One strategy being pursued in parts of Iowa and Illinois, where many farms have underground tile drains that carry runoff directly into nearby rivers and streams, is to strategically construct wetlands where they will intercept this drainage and remove the nitrates before they empty into waterways.
Iowa’s Conservation Reserve Enhancement Program, a joint effort of state and federal agencies and local conservation districts, has found that such strategically placed wetlands remove 40-70 percent of nitrates (and over 90 percent of herbicides) from farm drainage. This pollution trapping not only improves the quality of local waters and the Gulf of Mexico downstream, but the wetlands provide prime habitat for birds and wildlife, opening up recreational opportunities.
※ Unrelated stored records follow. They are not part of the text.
/**
 * Invitations to a job, by mail.
 * POST   /api/jobs/:jobId/invitations                 GC manager: invite an address with a role and company
 * POST   /api/jobs/:jobId/invitations/bulk            GC manager: { people: [{ email, role, companyId? }] }; all or none
 * POST   /api/jobs/:jobId/invitations/:invitationId/resend  GC manager: a pending one again, with a new link
 * GET    /api/jobs/:jobId/invitations                 GC manager: the pending ones
 * DELETE /api/jobs/:jobId/invitations/:invitationId   GC manager: withdraw one
 * GET    /api/invitations/:token                      no session: what the link is for
 * POST   /api/invitations/:token                      no session: accept (new account, or an existing
 *                                                     one with its current password), then signed in
 * Writes: commands/inviteToJob.ts, commands/acceptInvitation.ts; reads: services/invitations.ts.
 */
import { Router, type NextFunction, type Request, type Response } from 'express';
import { rateLimit } from 'express-rate-limit';
import type { z } from 'zod';
import {
  invitationAcceptSchema,
  invitationBulkSchema,
  invitationCreateSchema,
  invitationListQuerySchema,
  invitationParamsSchema,
  invitationResendSchema,
  tokenParamsSchema,
} from '../../shared/schemas/auth';
import { jobParamsSchema } from '../../shared/schemas/setup';
import { signInAs } from '../auth/establish';
import { acceptInvitation } from '../commands/acceptInvitation';
import { inviteSeveral, inviteToJob, resendInvitation } from '../commands/inviteToJob';
import { tooManyRequests } from '../errors';
import type { MailService } from '../mail';
import { validate, valid } from '../middleware/validate';
import { policy } from '../policies';
import { presentInvitation } from '../presenters/invitation';
import { idempotentWrite } from '../services/idempotency';
import { invitationPreview, listPendingInvitations, withdrawInvitation } from '../services/invitations';
import { pageRequest } from '../services/paging';
import type { AccountLimits } from '../services/rateLimitStore';
import { inTransaction, sequelizeOf } from '../services/records';
import { hashToken } from '../services/tokens';

export interface InvitationRouteOptions {
  mail: MailService;
  limits: AccountLimits;
}

export function invitationsRouter(options: InvitationRouteOptions): Router {
  const router = Router();
  const { mail } = options;
  const { windowMs } = options.limits;
  const tooMany = (_req: Request, _res: Response, next: NextFunction) =>
    next(tooManyRequests('Too many attempts. Wait a few minutes and try again.', Math.ceil(windowMs / 1000)));
  const perAddress = rateLimit({ windowMs, limit: options.limits.perAddress, standardHeaders: 'draft-8', legacyHeaders: false, handler: tooMany, store: options.limits.store?.('invitation-address') });
  // Accepting with an existing account checks its password: throttled per link like sign-in per account.
  const perToken = rateLimit({
    windowMs,
    limit: options.limits.perAccount,
    standardHeaders: false,
    legacyHeaders: false,
    skipSuccessfulRequests: true,
    keyGenerator: (req) => `invitation:${hashToken(String(req.params.token ?? ''))}`, // never keep the token itself
    handler: tooMany,
    store: options.limits.store?.('invitation-token'),
  });

  router.post(
    '/jobs/:jobId/invitations',
    policy.jobMember(['gc_manager']),
    validate({ params: jobParamsSchema, body: invitationCreateSchema }),
    async (req, res) => {
      const input = valid<z.infer<typeof invitationCreateSchema>>(req.valid.body);
      const { job, companyId } = req.membership!;
      await idempotentWrite(req, res, async (transaction) => {
        const row = await inviteToJob({ transaction, mail, scope: { job, companyId }, actor: req.user! }, input);
        return { status: 201, body: presentInvitation(row) };
      });
    },
  );

  router.post(
    '/jobs/:jobId/invitations/bulk',
    policy.jobMember(['gc_manager']),
    validate({ params: jobParamsSchema, body: invitationBulkSchema }),
    async (req, res) => {
      const { people } = valid<z.infer<typeof invitationBulkSchema>>(req.valid.body);
      const { job, companyId } = req.membership!;
      await idempotentWrite(req, res, async (transaction) => {
        const rows = await inviteSeveral({ transaction, mail, scope: { job, companyId }, actor: req.user! }, people);
        return { status: 201, body: { items: rows.map(presentInvitation) } };
      });
    },
  );

  router.post(
    '/jobs/:jobId/invitations/:invitationId/resend',
    policy.jobMember(['gc_manager']),
    validate({ params: invitationParamsSchema, body: invitationResendSchema }),
    async (req, res) => {
      const { invitationId } = valid<z.infer<typeof invitationParamsSchema>>(req.valid.params);
      const { job, companyId } = req.membership!;
      await idempotentWrite(req, res, async (transaction) => {
        const row = await resendInvitation({ transaction, mail, scope: { job, companyId }, actor: req.user! }, invitationId);
        return { status: 200, body: presentInvitation(row) };
      });
    },
  );

  router.get(
    '/jobs/:jobId/invitations',
    policy.jobMember(['gc_manager']),
    validate({ params: jobParamsSchema, query: invitationListQuerySchema }),
    async (req, res) => {
      const page = pageRequest(req, { sort: '-createdAt', value: 'timestamp' });
      res.json(await listPendingInvitations(req.membership!.job.id, page));
    },
  );

  router.delete(
    '/jobs/:jobId/invitations/:invitationId',
    policy.jobMember(['gc_manager']),
    validate({ params: invitationParamsSchema }),
    async (req, res) => {
      const { invitationId } = valid<z.infer<typeof invitationParamsSchema>>(req.valid.params);
      await inTransaction(req, (transaction) => withdrawInvitation({ transaction, jobId: req.membership!.job.id }, invitationId));
      res.status(204).end();
    },
  );

  router.get('/invitations/:token', policy.public(), perAddress, validate({ params: tokenParamsSchema }), async (req, res) => {
    const { token } = valid<z.infer<typeof tokenParamsSchema>>(req.valid.params);
    res.json(await invitationPreview(token));
  });

  router.post(
    '/invitations/:token',
    policy.public(),
    perAddress,
    validate({ params: tokenParamsSchema, body: invitationAcceptSchema }),
    perToken,
    async (req, res) => {
      const { token } = valid<z.infer<typeof tokenParamsSchema>>(req.valid.params);
      const input = valid<z.infer<typeof invitationAcceptSchema>>(req.valid.body);
      const accepted = await acceptInvitation({ sequelize: sequelizeOf(req) }, token, input);
      const session = await signInAs(req, accepted.userId);
      res.status(200).json({ ...session, jobId: accepted.jobId });
    },
  );

  return router;
}
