async function summary(doc: Doc, input: CloseOutInput): Promise<void> {
  const { sequelize, scope, place } = input;
  doc.addPage();
  heading(doc, 'Summary', 17);
  const coverage = await unitCoverage(sequelize, scope.jobId, place);
  paragraph(doc, `Units checked: ${coverage.checked} of ${coverage.units} (a unit counts once its latest unit check is complete).`, { size: 11 });
  doc.moveDown(0.6);

  heading(doc, 'Findings by level', 12);
  const counts = await countsPerLevel(sequelize, scope, place);
  if (counts.length === 0) paragraph(doc, 'No findings.');
  else {
    const total = counts.reduce(
      (t, c) => ({ ...t, open: t.open + c.open, fix_submitted: t.fix_submitted + c.fix_submitted, closed: t.closed + c.closed, voided: t.voided + c.voided, critical: t.critical + c.critical, major: t.major + c.major, minor: t.minor + c.minor }),
      { level_name: 'Total', open: 0, fix_submitted: 0, closed: 0, voided: 0, critical: 0, major: 0, minor: 0 },
    );
    const n = (x: number) => String(x);
    table(
      doc,
      [
        { label: 'Level', width: 0.24 },
        { label: 'Open', width: 0.1, align: 'right' },
        { label: 'Fix submitted', width: 0.12, align: 'right' },
        { label: 'Closed', width: 0.1, align: 'right' },
        { label: 'Voided', width: 0.1, align: 'right' },
        { label: 'Critical', width: 0.115, align: 'right' },
        { label: 'Major', width: 0.1, align: 'right' },
        { label: 'Minor', width: 0.115, align: 'right' },
      ],
      [...counts, total].map((c) => [c.level_name, n(c.open), n(c.fix_submitted), n(c.closed), n(c.voided), n(c.critical), n(c.major), n(c.minor)]),
    );
    paragraph(doc, 'Severity counts leave voided findings out.', { size: 8.5, color: INK.soft });
    doc.moveDown(0.6);
  }

  const readiness = await loadReadiness(sequelize, scope, { levelId: place.levelId ?? place.walk?.levelId, systemId: place.systemId });
  if (readiness) {
    heading(doc, 'Readiness by level', 12);
    table(
      doc,
      [
        { label: 'Level', width: 0.24 },
        { label: 'Ceilings', width: 0.2 },
        { label: 'Test records', width: 0.36 },
        { label: 'Units ready', width: 0.2, align: 'right' },
      ],
      readiness.levels.map((l) => [
        l.name,
        l.ceilingState === 'ready' ? 'Can close' : l.ceilingState === 'blocked' ? 'Not yet' : 'No ceiling units',
        l.testsReady ? 'In place' : blockerText(l.testBlockers),
        `${l.unitsReady} of ${l.unitsTotal}`,
      ]),
    );
    if (readiness.systems.length > 0) {
      heading(doc, 'Readiness by system', 12);
      table(
        doc,
        [
          { label: 'System', width: 0.24 },
          { label: 'Start-up', width: 0.2 },
          { label: 'Waiting for', width: 0.36 },
          { label: 'Units ready', width: 0.2, align: 'right' },
        ],
        readiness.systems.map((s) => [
          s.name,
          s.accepted ? 'Accepted' : s.startupReady ? 'Ready for start-up' : 'Not ready',
          s.startupReady ? (s.accepted ? '' : blockerText(s.acceptanceBlockers)) : blockerText(s.startupBlockers) || 'Units not ready',
          `${s.unitsReady} of ${s.unitsTotal}`,
        ]),
      );
    }
    if (readiness.companyScope) paragraph(doc, "Readiness counts this company's findings only.", { size: 8.5, color: INK.soft });
  }
}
Similarly, the Nature Conservancy and partners are working with farmers in Illinois to build wetlands in places that effectively trap nitrates before they pollute the Mackinaw River, a major tributary of the Illinois River and a source of drinking water for more than 80,000 people.
The Conservancy’s research suggests that a wetland area equal to about 6% of the tiled farm field removes about 50% of the nitrates draining off the field.
Clearly, these and other conservation measures to reduce the influx of nitrates into the rivers and streams of the Mississippi Basin show promise for improving the quality of both local water sources and the Gulf of Mexico downstream.
But until such measures are incentivized and more widely implemented, the aquatic ecosystem and the lucrative fisheries of the Gulf of Mexico will continue to be threatened by the appearance of a dead zone in the peak of summer.